# Frobenius Inequality Rank

I was looking for an answer for this problem in terms of matrices, but I really don’t know how to prove this result. The proposition says that:

Let $A\in M_{m\times k}(\mathbb{C})$, $B\in M_{k\times p}(\mathbb{C})$ and $C\in M_{p\times n}(\mathbb{C})$, then $\textrm{rank}(AB)+\textrm{rank}(BC)\leq \textrm{rank}(B)+\textrm{rank}(ABC)$

#### Solutions Collecting From Web of "Frobenius Inequality Rank"

Notation:

• $\rho(\cdot)$ stands for rank,
• $\ker(\cdot)$ for null space (aka kernel),
• $\text{im}(\cdot)$ for column space (aka image).

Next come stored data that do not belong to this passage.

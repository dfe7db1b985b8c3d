import { mdiClockOutline, mdiArrowDownBoldCircleOutline, mdiArrowUpBoldCircleOutline, mdiCheckCircleOutline, mdiHelpCircleOutline, mdiMinusCircleOutline } from '@mdi/js'
import type { BandVerdict, TargetBand } from '@shared/room'
import { formatFrequencyWithUnit } from './charts/frequencyTicks'
import { formatMeasure } from '@/utils/formatMeasure'

export interface VerdictPresentation {
  label: string
  /** An SVG path from @mdi/js, so the verdict never rests on colour alone. */
  icon: string
  /** A Vuetify theme colour name. */
  color: string
}

const PRESENTATION: Record<BandVerdict, VerdictPresentation> = {
  inside: { label: 'Inside target', icon: mdiCheckCircleOutline, color: 'success' },
  'too-live': { label: 'Too live', icon: mdiArrowUpBoldCircleOutline, color: 'warning' },
  'too-dead': { label: 'Too dead', icon: mdiArrowDownBoldCircleOutline, color: 'info' },
  'not-reliable': { label: 'Not reliable', icon: mdiHelpCircleOutline, color: 'secondary' },
  'not-analysed': { label: 'Not analysed', icon: mdiClockOutline, color: 'on-surface-variant' },
  'no-target': { label: 'No target', icon: mdiMinusCircleOutline, color: 'on-surface-variant' },
}

export function verdictPresentation(verdict: BandVerdict): VerdictPresentation {
  return PRESENTATION[verdict]
}

/** "0.20–0.30 s", "at most 0.40 s", "at least 0.20 s" or "no limit". */
export function formatTargetRange(target: Pick<TargetBand, 'minS' | 'maxS'> | undefined): string {
  if (!target || (target.minS === null && target.maxS === null)) return 'no limit'
  if (target.minS !== null && target.maxS !== null) return `${formatMeasure(target.minS, 2)}–${formatMeasure(target.maxS, 2)} s`
  if (target.maxS !== null) return `at most ${formatMeasure(target.maxS, 2)} s`
  return `at least ${formatMeasure(target.minS, 2)} s`
}

/** Tooltip line: "125 Hz: measured 0.52 s, target 0.20–0.30 s — too live." */
export function describeVerdict(centreHz: number, measuredS: number | null, target: TargetBand | undefined, verdict: BandVerdict): string {
  const measured = verdict === 'not-analysed' ? 'not analysed in these bands yet' : measuredS === null ? 'not measured' : `measured ${formatMeasure(measuredS, 2, 's')}`
  const flagged = verdict === 'not-reliable' && measuredS !== null ? ' (flagged by the analysis, so not judged)' : ''
  const range = formatTargetRange(target)
  const targetText = range === 'no limit' ? 'no target limit' : `target ${range}`
  return `${formatFrequencyWithUnit(centreHz)}: ${measured}${flagged}, ${targetText} — ${PRESENTATION[verdict].label.toLowerCase()}.`
}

All we need is the following well known identity (see this answer for a proof):
$$\rho(AB)=\rho(B)−\dim(\text{im}(B) \cap \ker(A)) \tag{1}$$
and the following observation: $$\text{im}(BC) \cap \ker(A) \subseteq \text{im}(B)\cap \ker(A)\tag{2}$$ which holds since $\text{im}(BC)\subseteq \text{im}(B)$.

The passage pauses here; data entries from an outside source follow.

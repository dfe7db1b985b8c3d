import type { AnalysisWarning, BandResult } from '@shared/types/analysis'
import { formatFrequencyHz } from './charts/frequencyTicks'
import { formatMeasure, fractionToPercent, secondsToMilliseconds } from '@/utils/formatMeasure'

export type BandColumnKey = 'T20' | 'T30' | 'EDT' | 'C50' | 'C80' | 'D50' | 'Ts' | 'decayRangeDb' | 'uncertaintyT20' | 'uncertaintyT30'

export interface BandColumn {
  key: BandColumnKey
  title: string
  /** The parameter name warnings refer to (AnalysisWarning.parameters). */
  parameter: string
  decimals: number
  /** Stored value → displayed number (D50 0..1 → %, Ts s → ms). */
  read: (band: BandResult) => number | null
}

export const BAND_COLUMNS: readonly BandColumn[] = [
  { key: 'T20', title: 'T20 (s)', parameter: 'T20', decimals: 2, read: (b) => b.T20 },
  { key: 'T30', title: 'T30 (s)', parameter: 'T30', decimals: 2, read: (b) => b.T30 },
  { key: 'EDT', title: 'EDT (s)', parameter: 'EDT', decimals: 2, read: (b) => b.EDT },
  { key: 'C50', title: 'C50 (dB)', parameter: 'C50', decimals: 1, read: (b) => b.C50 },
  { key: 'C80', title: 'C80 (dB)', parameter: 'C80', decimals: 1, read: (b) => b.C80 },
  { key: 'D50', title: 'D50 (%)', parameter: 'D50', decimals: 0, read: (b) => fractionToPercent(b.D50) },
  { key: 'Ts', title: 'Ts (ms)', parameter: 'Ts', decimals: 0, read: (b) => secondsToMilliseconds(b.Ts) },
  { key: 'decayRangeDb', title: 'Decay range (dB)', parameter: 'decayRange', decimals: 1, read: (b) => b.decayRangeDb },
  { key: 'uncertaintyT20', title: 'σ(T20) (s)', parameter: 'T20', decimals: 2, read: (b) => b.uncertaintyT20 },
  { key: 'uncertaintyT30', title: 'σ(T30) (s)', parameter: 'T30', decimals: 2, read: (b) => b.uncertaintyT30 },
]

export interface BandCell {
  /** Formatted number, or null when not computable. */
  text: string | null
  /** True when a warning qualifies this parameter: the value is shown, but marked. */
  isFlagged: boolean
}

export interface BandTableRow {
  centreHz: number
  bandLabel: string
  cells: Record<BandColumnKey, BandCell>
  warnings: AnalysisWarning[]
}

function isFlagged(warnings: readonly AnalysisWarning[], parameter: string): boolean {
  return warnings.some((w) => w.parameters.length === 0 || w.parameters.includes(parameter))
}

/** Table rows of band results in display units; null values stay null (shown as "—"). */
export function bandTableRows(bands: readonly BandResult[]): BandTableRow[] {
  return bands.map((band) => {
    const cells = {} as Record<BandColumnKey, BandCell>
    for (const column of BAND_COLUMNS) {
      const value = column.read(band)
      cells[column.key] = {
        text: value === null || !Number.isFinite(value) ? null : formatMeasure(value, column.decimals),
        isFlagged: column.key.startsWith('uncertainty') ? false : isFlagged(band.warnings, column.parameter),
      }
    }
    return { centreHz: band.centreHz, bandLabel: formatFrequencyHz(band.centreHz), cells, warnings: band.warnings }
  })
}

Now we want to write $\rho(ABC)$ in such a way that $\text{im}(BC)\cap \ker(A)$ pops up, so we could make use of $(2)$. Analogously to $(1)$:

$$\rho(ABC)=\rho(BC)−\dim(\text{im}(BC) \cap \ker(A)) \tag{3}.$$

From $(1)$ and $(3)$:

$$\rho(AB)+ \rho(BC) = \rho(B) + \rho(ABC) + \underbrace{\dim(\text{im}(BC) \cap \ker(A))−\dim(\text{im}(B) \cap \ker(A))}_{\leq 0 \text{ due to } (2)}$$ which implies the desired inequality.